══ PROVIDED DATA

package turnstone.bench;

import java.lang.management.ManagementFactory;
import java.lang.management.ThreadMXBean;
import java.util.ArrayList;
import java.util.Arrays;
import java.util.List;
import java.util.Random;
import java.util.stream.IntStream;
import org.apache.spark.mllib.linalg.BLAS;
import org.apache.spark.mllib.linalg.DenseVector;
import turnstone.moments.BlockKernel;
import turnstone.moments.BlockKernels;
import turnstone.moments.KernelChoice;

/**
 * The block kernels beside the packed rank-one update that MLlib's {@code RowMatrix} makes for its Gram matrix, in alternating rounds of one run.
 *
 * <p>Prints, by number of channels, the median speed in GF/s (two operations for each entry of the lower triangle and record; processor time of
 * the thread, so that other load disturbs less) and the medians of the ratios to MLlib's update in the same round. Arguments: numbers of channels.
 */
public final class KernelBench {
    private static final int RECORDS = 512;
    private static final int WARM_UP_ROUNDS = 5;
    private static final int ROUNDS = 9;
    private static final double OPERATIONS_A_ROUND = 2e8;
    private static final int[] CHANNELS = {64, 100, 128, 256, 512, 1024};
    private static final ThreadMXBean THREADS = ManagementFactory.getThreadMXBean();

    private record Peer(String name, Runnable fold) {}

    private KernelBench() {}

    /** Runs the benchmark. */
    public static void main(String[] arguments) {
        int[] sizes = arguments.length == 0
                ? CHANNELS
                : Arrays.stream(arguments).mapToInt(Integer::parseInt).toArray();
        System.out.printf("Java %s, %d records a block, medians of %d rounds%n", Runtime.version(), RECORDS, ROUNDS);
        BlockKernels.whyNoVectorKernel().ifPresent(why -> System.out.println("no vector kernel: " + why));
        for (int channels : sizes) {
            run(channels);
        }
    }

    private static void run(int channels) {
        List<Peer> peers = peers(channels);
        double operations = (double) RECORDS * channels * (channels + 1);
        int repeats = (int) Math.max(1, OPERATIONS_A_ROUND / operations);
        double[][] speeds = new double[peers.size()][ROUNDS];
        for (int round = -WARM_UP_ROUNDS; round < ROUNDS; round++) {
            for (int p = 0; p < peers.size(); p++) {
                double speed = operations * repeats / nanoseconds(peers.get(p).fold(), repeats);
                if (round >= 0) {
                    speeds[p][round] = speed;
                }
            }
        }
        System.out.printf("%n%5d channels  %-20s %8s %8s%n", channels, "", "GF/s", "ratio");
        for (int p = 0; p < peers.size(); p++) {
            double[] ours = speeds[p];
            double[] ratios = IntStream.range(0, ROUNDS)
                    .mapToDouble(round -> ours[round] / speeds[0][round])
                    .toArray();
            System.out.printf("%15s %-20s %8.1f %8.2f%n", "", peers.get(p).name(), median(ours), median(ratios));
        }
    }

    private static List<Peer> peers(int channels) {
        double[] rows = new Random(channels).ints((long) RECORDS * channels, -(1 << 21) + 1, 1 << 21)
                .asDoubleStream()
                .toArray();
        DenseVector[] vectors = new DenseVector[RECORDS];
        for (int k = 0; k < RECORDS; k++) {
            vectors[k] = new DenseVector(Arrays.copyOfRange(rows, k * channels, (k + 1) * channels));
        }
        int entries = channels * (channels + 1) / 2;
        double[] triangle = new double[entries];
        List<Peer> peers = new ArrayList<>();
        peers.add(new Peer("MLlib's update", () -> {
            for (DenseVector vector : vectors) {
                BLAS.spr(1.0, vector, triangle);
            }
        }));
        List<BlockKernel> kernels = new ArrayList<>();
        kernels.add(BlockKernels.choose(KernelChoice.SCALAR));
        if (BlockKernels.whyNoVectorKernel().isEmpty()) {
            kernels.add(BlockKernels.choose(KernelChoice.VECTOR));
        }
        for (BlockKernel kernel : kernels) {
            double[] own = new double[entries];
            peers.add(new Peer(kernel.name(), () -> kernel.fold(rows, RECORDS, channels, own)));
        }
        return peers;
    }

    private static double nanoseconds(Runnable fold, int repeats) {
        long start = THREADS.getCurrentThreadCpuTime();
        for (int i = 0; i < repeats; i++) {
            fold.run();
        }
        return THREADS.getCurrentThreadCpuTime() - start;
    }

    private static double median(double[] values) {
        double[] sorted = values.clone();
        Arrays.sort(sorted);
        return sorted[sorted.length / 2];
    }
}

════

• TASK ITEM: In the records above, find the line containing "double[] ratios = IntStream.range(0, ROUNDS)" and print it and every later line exactly, through the last one.

• ANSWER TO THIS PROBLEM:
            double[] ratios = IntStream.range(0, ROUNDS)
                    .mapToDouble(round -> ours[round] / speeds[0][round])
                    .toArray();
            System.out.printf("%15s %-20s %8.1f %8.2f%n", "", peers.get(p).name(), median(ours), median(ratios));
        }
    }

    private static List<Peer> peers(int channels) {
        double[] rows = new Random(channels).ints((long) RECORDS * channels, -(1 << 21) + 1, 1 << 21)
                .asDoubleStream()
                .toArray();
        DenseVector[] vectors = new DenseVector[RECORDS];
        for (int k = 0; k < RECORDS; k++) {
            vectors[k] = new DenseVector(Arrays.copyOfRange(rows, k * channels, (k + 1) * channels));
        }
        int entries = channels * (channels + 1) / 2;
        double[] triangle = new double[entries];
        List<Peer> peers = new ArrayList<>();
        peers.add(new Peer("MLlib's update", () -> {
            for (DenseVector vector : vectors) {
                BLAS.spr(1.0, vector, triangle);
            }
        }));
        List<BlockKernel> kernels = new ArrayList<>();
        kernels.add(BlockKernels.choose(KernelChoice.SCALAR));
        if (BlockKernels.whyNoVectorKernel().isEmpty()) {
            kernels.add(BlockKernels.choose(KernelChoice.VECTOR));
        }
        for (BlockKernel kernel : kernels) {
            double[] own = new double[entries];
            peers.add(new Peer(kernel.name(), () -> kernel.fold(rows, RECORDS, channels, own)));
        }
        return peers;
    }

    private static double nanoseconds(Runnable fold, int repeats) {
        long start = THREADS.getCurrentThreadCpuTime();
        for (int i = 0; i < repeats; i++) {
            fold.run();
        }
        return THREADS.getCurrentThreadCpuTime() - start;
    }

    private static double median(double[] values) {
        double[] sorted = values.clone();
        Arrays.sort(sorted);
        return sorted[sorted.length / 2];
    }
}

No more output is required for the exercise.